Her legs shook, partly due to fear but also care of the drugs rocking and rolling through her system. She was all over the place. This wasn’t going to work. She needed both hands to have a hope of aiming the gun. Quick as she could she unbuttoned the jacket, still holding onto her gun, and freed her arm from the sling. Her movements were slow, sloppy. She stuffed her left hand into the coat arm and pushed up the sleeve. Much better. The spare pistol still sat in a coat pocket along with her medicines. Truth was, they were probably going to die. But they’d go down fighting.
“Stay close to me,” said Nick, and followed Sean out into the night.
Growling and gunfire filled the air. One foot after the other, she stayed close but not too close. Nick needed to be able to move. Carefully she pointed her weapon out into the horde. She took aim at the nearest, a woman in a tattered dress, and fired. The semi-automatic only had a mild kick, but it set her wound to stinging.

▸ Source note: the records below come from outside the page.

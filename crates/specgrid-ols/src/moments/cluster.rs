//! Cluster sums of every model from one pass: with S_g = Σ_{i∈g} z̃ᵢz̃ᵢ' the per-cluster Gram
//! matrix of the centred union, a model's cluster sum is s_g = Σ_{i∈g} wᵢeᵢ = ã'S_g c̃ = u'σ_g,
//! where σ_g holds the distinct entries of S_g and u the matching products of ã and c̃. So the
//! meat Σ_g s_g s_g' = u'Ku with K = Σ_g σ_gσ_g', built once: O(k⁴) per model whatever the
//! number of clusters G (a direct Σ_g over the S_g would cost G·k², which at thousands of
//! clusters is as slow as the row pass).

use faer::linalg::matmul::matmul;
use faer::{Accum, Mat, MatRef, Par};
use rayon::prelude::*;

use super::basis::{pair_starts, Basis, ModelVectors, EPS};
use super::ROUNDING_LAMBDA;

/// Rows gathered per matrix product while building one cluster's Gram matrix.
const GATHER_ROWS: usize = 1024;
/// Clusters per block of the build, at least (each block adds its σ_gσ_g' in one product).
const MIN_BLOCK_CLUSTERS: usize = 256;
/// Most blocks (their partial K are all held until the ordered reduction).
const MAX_BLOCKS: usize = 16;

/// The cluster moments of one grouping (a clustering dimension or an intersection).
#[derive(Debug)]
pub(crate) struct ClusterGrams {
    /// Start of each first index in the pair order (length q + 1).
    starts: Vec<usize>,
    /// K[(l,m), (r,s)] = Σ_g S_g[l,m]·S_g[r,s] over the pairs l ≤ m, r ≤ s (P × P, P = q(q+1)/2).
    k: Mat<f64>,
    /// D[l, m] = Σ_g S_g[l,l]·S_g[m,m] (q × q), for the rounding bound.
    d: Mat<f64>,
    /// Rows of the largest cluster.
    largest: usize,
    /// Clusters that hold rows.
    occupied: usize,
}

impl ClusterGrams {
    /// Memory the build takes for `range` clusters and `q` coordinates, in f64 slots: K, the
    /// block partials and the σ_g rows of the blocks being built (two at a time on two
    /// threads; more threads hold more).
    pub fn slots(range: usize, q: usize) -> usize {
        let p = q * (q + 1) / 2;
        let per_block = MIN_BLOCK_CLUSTERS.max(range.div_ceil(MAX_BLOCKS));
        (MAX_BLOCKS + 2) * p * p + 2 * per_block * p
    }

    /// Builds K and D: rows are bucketed by code (stable, so each S_g sums its rows in row
    /// order), clusters are taken in fixed blocks, each block's σ_gσ_g' is one matrix product
    /// and the block partials are summed in order, so the numbers do not depend on the thread
    /// count.
    pub fn build(
        basis: &Basis,
        x: MatRef<'_, f64>,
        y: MatRef<'_, f64>,
        codes: &[u32],
        range: usize,
    ) -> ClusterGrams {
        let q = basis.q;
        let starts = pair_starts(q);
        let p = starts[q];
        let mut sizes = vec![0usize; range];
        codes.iter().for_each(|&g| sizes[g as usize] += 1);
        let mut start = vec![0usize; range + 1];
        for g in 0..range {
            start[g + 1] = start[g] + sizes[g];
        }
        let mut next = start.clone();
        let mut order = vec![0usize; codes.len()];
        for (i, &g) in codes.iter().enumerate() {
            order[next[g as usize]] = i;
            next[g as usize] += 1;
        }
        let per_block = MIN_BLOCK_CLUSTERS.max(range.div_ceil(MAX_BLOCKS)).max(1);
        let blocks: Vec<(usize, usize)> = (0..range)
            .step_by(per_block)
            .map(|g0| (g0, per_block.min(range - g0)))
            .collect();
        let parts: Vec<(Mat<f64>, Mat<f64>)> = blocks
            .par_iter()
            .map(|&(g0, ng)| {
                let mut sigma = Mat::<f64>::zeros(ng, p);
                let mut diag = Mat::<f64>::zeros(ng, q);
                let mut block = Mat::<f64>::zeros(GATHER_ROWS, q);
                let mut gram = Mat::<f64>::zeros(q, q);
                for c in 0..ng {
                    let rows = &order[start[g0 + c]..start[g0 + c + 1]];
                    gram.fill(0.0);
                    for chunk in rows.chunks(GATHER_ROWS) {
                        basis.fill_rows(x, y, chunk, &mut block);
                        let b = block.as_ref().subrows(0, chunk.len());
                        matmul(gram.as_mut(), Accum::Add, b.transpose(), b, 1.0, Par::Seq);
                    }
                    for l in 0..q {
                        diag[(c, l)] = gram[(l, l)];
                        for m in l..q {
                            sigma[(c, starts[l] + m - l)] = gram[(l, m)];
                        }
                    }
                }
                let mut k = Mat::<f64>::zeros(p, p);
                matmul(
                    k.as_mut(),
                    Accum::Replace,
                    sigma.transpose(),
                    sigma.as_ref(),
                    1.0,
                    Par::Seq,
                );
                let mut d = Mat::<f64>::zeros(q, q);
                matmul(
                    d.as_mut(),
                    Accum::Replace,
                    diag.transpose(),
                    diag.as_ref(),
                    1.0,
                    Par::Seq,
                );
                (k, d)
            })
            .collect();
        let mut k = Mat::<f64>::zeros(p, p);
        let mut d = Mat::<f64>::zeros(q, q);
        for (pk, pd) in &parts {
            k += pk;
            d += pd;
        }
        ClusterGrams {
            starts,
            k,
            d,
            largest: sizes.iter().copied().max().unwrap_or(0),
            occupied: sizes.iter().filter(|&&s| s > 0).count(),
        }
    }

    /// Σ_g s_g s_g' over the model's w columns (nw × nw, column-major), or `None` when the
    /// rounding bound of some diagonal entry exceeds `tolerance` times that entry.
    ///
    /// Bound (docs/methods.md): with E = Σ_g A_g²C_g² = Σ_{l,m} ã_l²c̃_m²·D[l,m] (A_g, C_g the
    /// 2-norms of (ã_l‖z̃_l,g‖)_l and (c̃_m‖z̃_m,g‖)_m, ones-coordinate slack added), the S_g
    /// entries' rounding moves the meat by at most 2·√meat·γ_S·√E + γ_S²·E and K's by γ_K·E
    /// (Higham & Mary 2019 probabilistic γ, errors added in quadrature).
    pub fn outer(
        &self,
        v: &ModelVectors,
        tolerance: f64,
        scratch: &mut Vec<f64>,
    ) -> Option<Vec<f64>> {
        let na = v.active.len();
        let nw = v.a.len();
        let pairs = na * (na + 1) / 2;
        // Active pairs (i ≤ j over active positions) and their K indices.
        scratch.clear();
        scratch.resize(pairs * (nw + 1), 0.0);
        let (u, ku) = scratch.split_at_mut(pairs * nw);
        let mut index = Vec::with_capacity(pairs);
        for i in 0..na {
            for j in i..na {
                index.push(self.starts[v.active[i]] + v.active[j] - v.active[i]);
            }
        }
        for (w, a) in v.a.iter().enumerate() {
            let uw = &mut u[w * pairs..(w + 1) * pairs];
            let mut t = 0;
            for i in 0..na {
                for j in i..na {
                    uw[t] = if i == j {
                        a[i] * v.c[i]
                    } else {
                        a[i] * v.c[j] + a[j] * v.c[i]
                    };
                    t += 1;
                }
            }
        }
        let mut out = vec![0.0; nw * nw];
        for b in 0..nw {
            let ub = &u[b * pairs..(b + 1) * pairs];
            ku[..pairs].fill(0.0);
            for (t2, &p2) in index.iter().enumerate() {
                let col = self.k.col(p2);
                let scale = ub[t2];
                for (t1, &p1) in index.iter().enumerate() {
                    ku[t1] += col[p1] * scale;
                }
            }
            for a in 0..=b {
                let ua = &u[a * pairs..(a + 1) * pairs];
                let s: f64 = ua.iter().zip(&ku[..pairs]).map(|(x, y)| x * y).sum();
                out[a + b * nw] = s;
                out[b + a * nw] = s;
            }
        }
        let gamma_s = ROUNDING_LAMBDA * ((self.largest + na) as f64).sqrt() * EPS;
        let gamma_k = ROUNDING_LAMBDA * ((self.occupied + pairs * pairs) as f64).sqrt() * EPS;
        let magnitude =
            |x: &[f64], slack: f64, i: usize| x[i].abs() + if i == 0 { slack } else { 0.0 };
        for (w, a) in v.a.iter().enumerate() {
            let mut e = 0.0;
            for i in 0..na {
                let ai = magnitude(a, v.a0_slack[w], i).powi(2);
                for j in 0..na {
                    let cj = magnitude(&v.c, v.c0_slack, j).powi(2);
                    e += ai * cj * self.d[(v.active[i], v.active[j])];
                }
            }
            let meat = out[w + w * nw];
            let err = gamma_k * e
                + 2.0 * meat.max(0.0).sqrt() * gamma_s * e.sqrt()
                + gamma_s * gamma_s * e;
            // Written so that a NaN bound also fails.
            let resolved = err <= tolerance * meat;
            if !resolved {
                return None;
            }
        }
        Some(out)
    }
}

It hadn’t seemed quite so dark inside Blackstone but out here the world was murky gray. She could feel, more than hear, the people behind her. More gunfire and more moaning ahead. The rising stink of blood and guts and gore as they pressed forward. Beneath her feet was gravel. At least she was wearing shoes.
A man in overalls, his face caked in blood. She aimed and fired. Pain swamped her shoulder at the jolt to her body. A boy who couldn’t have been more than ten or twelve. It looked like its face had been skinned. Thank God it was too dark to see properly. Her bullet hit it in the chest. For a moment he faltered, but then started reaching for her once again.
Shit. Impossible, but there it was. Just like the zombie in the downed plane. They weren’t dying.
“Head shots! You have to shoot them in the head,” yelled Sean.
“Fuck me,” swore someone behind her.
“They’re not going down,” said another, a woman.
“Get ’em in the head, take out the brains.”
The virus must be mutating, evolving to survive. Infected were running out of food so the plague made them hardier, harder to kill.
The boy stumbled toward her. Her first bullet flew past it but the second punched into the side of its forehead and it fell. Head shots worked. Blood soaked into the bandage on her shoulder. Felt like she’d ripped some stitches. She gritted her teeth as pain coursed through her. Without the meds she’d have been rolling on the ground in tears.
“Watch out for the train tracks,” Nick said.